Among the entries below, find the lines with the word "gapContacts" and copy them.

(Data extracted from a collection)
Segment Open
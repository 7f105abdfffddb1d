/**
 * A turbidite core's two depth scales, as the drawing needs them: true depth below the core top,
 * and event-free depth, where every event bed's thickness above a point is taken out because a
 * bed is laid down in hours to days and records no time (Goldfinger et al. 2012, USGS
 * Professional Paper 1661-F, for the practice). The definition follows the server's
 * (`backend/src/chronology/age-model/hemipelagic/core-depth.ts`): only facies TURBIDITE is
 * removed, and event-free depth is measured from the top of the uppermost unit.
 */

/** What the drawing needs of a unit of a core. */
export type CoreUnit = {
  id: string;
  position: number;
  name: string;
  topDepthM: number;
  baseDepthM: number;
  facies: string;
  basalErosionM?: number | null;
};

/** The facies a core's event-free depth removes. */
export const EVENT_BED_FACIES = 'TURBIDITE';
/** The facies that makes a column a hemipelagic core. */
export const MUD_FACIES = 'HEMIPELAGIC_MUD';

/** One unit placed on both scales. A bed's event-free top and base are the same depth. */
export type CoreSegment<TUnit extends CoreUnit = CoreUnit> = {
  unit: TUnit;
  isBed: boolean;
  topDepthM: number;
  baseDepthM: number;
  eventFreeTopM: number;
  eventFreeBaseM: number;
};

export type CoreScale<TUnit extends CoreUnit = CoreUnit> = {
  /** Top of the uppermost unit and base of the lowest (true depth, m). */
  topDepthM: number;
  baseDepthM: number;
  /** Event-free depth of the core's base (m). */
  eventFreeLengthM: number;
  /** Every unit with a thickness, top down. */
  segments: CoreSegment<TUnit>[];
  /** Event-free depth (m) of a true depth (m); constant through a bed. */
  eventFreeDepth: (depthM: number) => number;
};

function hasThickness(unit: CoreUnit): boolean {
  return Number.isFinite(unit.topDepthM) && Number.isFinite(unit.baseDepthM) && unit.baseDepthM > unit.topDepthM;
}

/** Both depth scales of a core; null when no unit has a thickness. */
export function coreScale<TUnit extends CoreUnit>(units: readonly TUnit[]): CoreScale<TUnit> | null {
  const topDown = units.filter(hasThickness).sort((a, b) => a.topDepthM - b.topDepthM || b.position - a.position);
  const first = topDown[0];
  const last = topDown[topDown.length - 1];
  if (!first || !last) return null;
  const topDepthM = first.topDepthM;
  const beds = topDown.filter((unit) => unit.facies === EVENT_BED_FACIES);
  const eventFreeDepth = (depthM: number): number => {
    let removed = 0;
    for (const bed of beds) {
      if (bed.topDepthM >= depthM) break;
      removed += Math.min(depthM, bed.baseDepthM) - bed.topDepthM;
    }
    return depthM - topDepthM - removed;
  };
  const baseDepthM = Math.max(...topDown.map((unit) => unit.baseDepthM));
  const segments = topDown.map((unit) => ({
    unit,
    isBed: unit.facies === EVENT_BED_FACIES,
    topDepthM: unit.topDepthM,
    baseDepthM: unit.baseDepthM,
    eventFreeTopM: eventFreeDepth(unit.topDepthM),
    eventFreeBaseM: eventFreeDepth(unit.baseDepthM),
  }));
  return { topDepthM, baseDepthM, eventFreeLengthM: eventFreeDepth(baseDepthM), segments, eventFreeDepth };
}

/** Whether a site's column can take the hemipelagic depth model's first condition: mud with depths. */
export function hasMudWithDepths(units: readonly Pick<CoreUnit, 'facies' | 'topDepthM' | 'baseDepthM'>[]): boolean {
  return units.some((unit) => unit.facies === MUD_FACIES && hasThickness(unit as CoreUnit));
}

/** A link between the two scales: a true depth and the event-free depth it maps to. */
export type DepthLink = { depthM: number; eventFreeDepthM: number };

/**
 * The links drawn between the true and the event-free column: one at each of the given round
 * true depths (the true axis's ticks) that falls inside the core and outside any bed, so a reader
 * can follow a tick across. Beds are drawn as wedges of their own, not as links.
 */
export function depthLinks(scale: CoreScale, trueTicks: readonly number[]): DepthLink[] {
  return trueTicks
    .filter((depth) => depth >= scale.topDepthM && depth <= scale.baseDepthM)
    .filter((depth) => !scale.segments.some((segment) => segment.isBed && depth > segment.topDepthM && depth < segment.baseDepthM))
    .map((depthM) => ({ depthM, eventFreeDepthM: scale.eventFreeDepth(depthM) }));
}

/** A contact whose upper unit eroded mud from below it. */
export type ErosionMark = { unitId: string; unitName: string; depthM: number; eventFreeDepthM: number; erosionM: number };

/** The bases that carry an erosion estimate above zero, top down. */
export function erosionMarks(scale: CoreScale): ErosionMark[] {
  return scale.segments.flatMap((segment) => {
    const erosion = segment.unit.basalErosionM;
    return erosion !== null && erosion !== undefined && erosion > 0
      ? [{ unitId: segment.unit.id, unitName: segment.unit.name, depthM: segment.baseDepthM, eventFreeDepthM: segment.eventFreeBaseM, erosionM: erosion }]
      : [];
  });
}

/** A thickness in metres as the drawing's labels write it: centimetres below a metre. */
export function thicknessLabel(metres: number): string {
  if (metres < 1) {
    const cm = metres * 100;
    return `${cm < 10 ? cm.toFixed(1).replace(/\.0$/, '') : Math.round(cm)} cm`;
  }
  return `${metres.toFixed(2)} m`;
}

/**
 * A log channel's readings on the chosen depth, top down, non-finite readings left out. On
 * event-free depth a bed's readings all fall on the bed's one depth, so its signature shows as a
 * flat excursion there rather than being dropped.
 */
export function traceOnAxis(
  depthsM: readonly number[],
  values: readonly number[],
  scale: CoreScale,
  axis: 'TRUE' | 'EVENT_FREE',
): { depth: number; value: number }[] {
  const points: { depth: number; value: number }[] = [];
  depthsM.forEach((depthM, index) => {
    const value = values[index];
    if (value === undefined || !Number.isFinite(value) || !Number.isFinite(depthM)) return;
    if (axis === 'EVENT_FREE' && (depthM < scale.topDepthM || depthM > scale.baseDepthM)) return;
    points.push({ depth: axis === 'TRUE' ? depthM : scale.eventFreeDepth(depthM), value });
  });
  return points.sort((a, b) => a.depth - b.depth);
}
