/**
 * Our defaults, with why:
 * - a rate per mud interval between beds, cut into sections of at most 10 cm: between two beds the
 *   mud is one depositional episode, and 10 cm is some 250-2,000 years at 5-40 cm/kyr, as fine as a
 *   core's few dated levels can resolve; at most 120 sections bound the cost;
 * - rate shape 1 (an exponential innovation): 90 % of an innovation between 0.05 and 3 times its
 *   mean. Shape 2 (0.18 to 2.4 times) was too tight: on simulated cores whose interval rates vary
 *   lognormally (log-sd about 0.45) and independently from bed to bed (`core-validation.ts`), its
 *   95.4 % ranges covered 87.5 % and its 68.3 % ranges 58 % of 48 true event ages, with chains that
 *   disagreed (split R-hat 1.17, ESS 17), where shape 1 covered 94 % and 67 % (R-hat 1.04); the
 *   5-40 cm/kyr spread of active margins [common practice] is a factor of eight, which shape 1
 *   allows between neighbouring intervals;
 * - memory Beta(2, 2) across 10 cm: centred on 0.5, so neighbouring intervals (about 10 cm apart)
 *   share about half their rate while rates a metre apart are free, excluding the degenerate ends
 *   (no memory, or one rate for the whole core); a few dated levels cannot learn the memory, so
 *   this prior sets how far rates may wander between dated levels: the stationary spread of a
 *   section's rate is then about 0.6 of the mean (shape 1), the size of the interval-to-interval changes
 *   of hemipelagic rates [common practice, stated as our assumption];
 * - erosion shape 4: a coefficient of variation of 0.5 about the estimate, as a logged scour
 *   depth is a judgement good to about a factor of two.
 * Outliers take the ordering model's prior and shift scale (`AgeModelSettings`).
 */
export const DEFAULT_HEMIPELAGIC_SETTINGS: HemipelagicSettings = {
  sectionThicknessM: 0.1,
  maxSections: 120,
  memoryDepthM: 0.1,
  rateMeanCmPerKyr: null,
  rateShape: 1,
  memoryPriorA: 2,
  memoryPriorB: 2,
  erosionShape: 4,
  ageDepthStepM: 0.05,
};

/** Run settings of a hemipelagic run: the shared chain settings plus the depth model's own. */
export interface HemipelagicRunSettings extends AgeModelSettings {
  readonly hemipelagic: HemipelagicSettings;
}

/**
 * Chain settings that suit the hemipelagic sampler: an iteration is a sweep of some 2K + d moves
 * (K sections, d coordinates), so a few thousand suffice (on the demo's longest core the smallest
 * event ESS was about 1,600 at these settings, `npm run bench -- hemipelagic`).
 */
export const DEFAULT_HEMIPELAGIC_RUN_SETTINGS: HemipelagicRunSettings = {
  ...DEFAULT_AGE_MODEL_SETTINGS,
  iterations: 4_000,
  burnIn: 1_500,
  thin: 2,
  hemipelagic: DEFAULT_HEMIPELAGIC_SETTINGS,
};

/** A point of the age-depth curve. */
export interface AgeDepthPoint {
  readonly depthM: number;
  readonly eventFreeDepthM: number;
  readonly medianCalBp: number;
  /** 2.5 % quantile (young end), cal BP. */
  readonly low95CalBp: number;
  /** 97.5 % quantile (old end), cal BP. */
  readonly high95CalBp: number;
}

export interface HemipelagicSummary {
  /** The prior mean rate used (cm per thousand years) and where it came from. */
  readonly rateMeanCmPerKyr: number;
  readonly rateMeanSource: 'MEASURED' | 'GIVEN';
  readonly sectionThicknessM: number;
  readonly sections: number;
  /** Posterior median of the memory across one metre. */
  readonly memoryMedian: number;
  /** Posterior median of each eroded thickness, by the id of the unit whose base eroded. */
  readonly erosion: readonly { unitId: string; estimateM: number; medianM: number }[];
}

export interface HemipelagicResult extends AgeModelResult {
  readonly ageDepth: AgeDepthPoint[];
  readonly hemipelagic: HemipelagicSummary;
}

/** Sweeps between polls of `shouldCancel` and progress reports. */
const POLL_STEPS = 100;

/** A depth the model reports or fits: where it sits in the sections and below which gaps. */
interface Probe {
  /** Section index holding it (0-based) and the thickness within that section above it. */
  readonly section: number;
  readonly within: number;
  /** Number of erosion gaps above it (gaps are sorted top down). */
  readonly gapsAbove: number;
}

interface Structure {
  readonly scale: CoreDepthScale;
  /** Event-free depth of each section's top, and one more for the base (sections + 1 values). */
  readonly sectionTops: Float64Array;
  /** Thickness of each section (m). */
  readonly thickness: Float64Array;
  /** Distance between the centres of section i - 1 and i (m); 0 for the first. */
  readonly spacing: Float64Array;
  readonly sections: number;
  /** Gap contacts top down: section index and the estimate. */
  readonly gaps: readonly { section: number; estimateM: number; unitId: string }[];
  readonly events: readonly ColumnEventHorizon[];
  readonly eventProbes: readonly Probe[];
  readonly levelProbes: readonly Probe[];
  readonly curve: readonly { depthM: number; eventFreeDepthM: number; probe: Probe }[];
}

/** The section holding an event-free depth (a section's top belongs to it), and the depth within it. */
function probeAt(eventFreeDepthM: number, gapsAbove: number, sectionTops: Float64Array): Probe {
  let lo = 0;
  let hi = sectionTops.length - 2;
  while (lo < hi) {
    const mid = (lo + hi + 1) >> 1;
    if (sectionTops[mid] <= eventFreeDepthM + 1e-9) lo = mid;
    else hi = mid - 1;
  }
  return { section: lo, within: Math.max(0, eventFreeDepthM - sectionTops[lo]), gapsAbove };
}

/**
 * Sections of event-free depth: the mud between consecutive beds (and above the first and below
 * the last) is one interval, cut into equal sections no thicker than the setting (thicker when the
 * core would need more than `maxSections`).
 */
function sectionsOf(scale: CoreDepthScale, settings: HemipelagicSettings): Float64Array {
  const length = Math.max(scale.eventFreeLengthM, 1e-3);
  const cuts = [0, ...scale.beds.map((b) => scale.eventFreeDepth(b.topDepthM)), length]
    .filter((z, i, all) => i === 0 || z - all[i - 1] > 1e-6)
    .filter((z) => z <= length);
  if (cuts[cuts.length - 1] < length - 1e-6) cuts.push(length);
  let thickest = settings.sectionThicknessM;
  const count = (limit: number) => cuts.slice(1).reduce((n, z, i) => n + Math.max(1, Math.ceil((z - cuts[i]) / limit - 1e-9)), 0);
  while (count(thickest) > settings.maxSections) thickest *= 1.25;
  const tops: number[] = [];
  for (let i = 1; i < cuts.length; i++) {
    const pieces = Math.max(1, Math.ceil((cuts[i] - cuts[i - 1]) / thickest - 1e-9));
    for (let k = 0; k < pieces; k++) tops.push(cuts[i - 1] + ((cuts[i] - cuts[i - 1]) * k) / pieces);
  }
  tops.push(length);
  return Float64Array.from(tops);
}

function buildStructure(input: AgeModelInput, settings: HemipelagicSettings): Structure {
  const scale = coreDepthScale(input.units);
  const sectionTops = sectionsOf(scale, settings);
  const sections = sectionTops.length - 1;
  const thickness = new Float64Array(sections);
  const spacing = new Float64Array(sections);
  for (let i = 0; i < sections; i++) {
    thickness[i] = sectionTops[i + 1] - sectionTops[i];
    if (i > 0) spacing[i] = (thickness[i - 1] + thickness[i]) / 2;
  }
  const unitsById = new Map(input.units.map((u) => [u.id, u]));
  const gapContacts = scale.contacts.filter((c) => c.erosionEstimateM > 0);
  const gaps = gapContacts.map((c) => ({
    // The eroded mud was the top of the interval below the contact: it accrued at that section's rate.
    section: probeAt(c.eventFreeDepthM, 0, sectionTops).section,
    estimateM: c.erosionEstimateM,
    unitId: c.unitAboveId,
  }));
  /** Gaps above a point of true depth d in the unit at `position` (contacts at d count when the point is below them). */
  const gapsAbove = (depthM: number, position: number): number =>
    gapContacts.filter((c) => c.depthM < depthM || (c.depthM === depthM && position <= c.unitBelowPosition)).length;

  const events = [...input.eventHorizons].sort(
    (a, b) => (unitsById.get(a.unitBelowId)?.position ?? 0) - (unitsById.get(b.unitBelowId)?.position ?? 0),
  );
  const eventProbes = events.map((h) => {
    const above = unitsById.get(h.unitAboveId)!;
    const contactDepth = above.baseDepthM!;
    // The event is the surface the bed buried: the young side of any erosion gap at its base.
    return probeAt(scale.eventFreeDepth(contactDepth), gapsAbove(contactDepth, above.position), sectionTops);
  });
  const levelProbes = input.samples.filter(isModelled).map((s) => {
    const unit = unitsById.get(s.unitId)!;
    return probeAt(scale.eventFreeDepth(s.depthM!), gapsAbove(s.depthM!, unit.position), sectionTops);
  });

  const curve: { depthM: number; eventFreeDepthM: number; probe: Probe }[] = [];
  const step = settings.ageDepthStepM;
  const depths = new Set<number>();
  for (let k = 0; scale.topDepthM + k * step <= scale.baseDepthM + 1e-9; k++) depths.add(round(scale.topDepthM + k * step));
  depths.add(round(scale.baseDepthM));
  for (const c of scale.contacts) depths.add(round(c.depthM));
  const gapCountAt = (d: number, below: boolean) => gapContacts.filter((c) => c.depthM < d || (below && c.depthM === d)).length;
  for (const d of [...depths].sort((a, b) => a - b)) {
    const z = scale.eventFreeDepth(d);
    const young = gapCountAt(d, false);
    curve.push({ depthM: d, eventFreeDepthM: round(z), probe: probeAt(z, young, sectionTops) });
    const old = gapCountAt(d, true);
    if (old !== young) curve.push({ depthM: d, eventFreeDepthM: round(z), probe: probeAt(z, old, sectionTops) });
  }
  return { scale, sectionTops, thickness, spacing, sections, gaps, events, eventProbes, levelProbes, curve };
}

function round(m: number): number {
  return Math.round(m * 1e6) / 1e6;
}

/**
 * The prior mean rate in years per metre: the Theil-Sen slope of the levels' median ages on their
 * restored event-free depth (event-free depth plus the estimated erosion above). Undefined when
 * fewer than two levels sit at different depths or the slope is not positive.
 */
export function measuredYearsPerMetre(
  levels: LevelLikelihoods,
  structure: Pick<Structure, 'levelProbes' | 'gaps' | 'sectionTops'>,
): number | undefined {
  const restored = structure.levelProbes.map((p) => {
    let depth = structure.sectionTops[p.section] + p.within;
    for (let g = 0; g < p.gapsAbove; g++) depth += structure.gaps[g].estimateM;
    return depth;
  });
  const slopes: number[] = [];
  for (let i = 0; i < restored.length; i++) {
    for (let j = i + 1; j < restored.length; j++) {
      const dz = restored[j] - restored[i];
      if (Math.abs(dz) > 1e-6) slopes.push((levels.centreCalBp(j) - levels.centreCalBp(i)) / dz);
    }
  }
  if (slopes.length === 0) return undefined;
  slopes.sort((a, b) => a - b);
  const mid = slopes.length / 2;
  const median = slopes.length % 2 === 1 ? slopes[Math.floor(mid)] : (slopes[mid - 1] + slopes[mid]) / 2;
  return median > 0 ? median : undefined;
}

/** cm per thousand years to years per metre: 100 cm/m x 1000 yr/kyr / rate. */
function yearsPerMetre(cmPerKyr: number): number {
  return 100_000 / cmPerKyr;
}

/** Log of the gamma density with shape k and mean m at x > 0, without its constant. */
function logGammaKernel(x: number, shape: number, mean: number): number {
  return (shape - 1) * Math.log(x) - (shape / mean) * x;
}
Segment Closed
* **Task solution**
  const gapContacts = scale.contacts.filter((c) => c.erosionEstimateM > 0);
  const gaps = gapContacts.map((c) => ({
    gapContacts.filter((c) => c.depthM < depthM || (c.depthM === depthM && position <= c.unitBelowPosition)).length;
  const gapCountAt = (d: number, below: boolean) => gapContacts.filter((c) => c.depthM < d || (below && c.depthM === d)).length;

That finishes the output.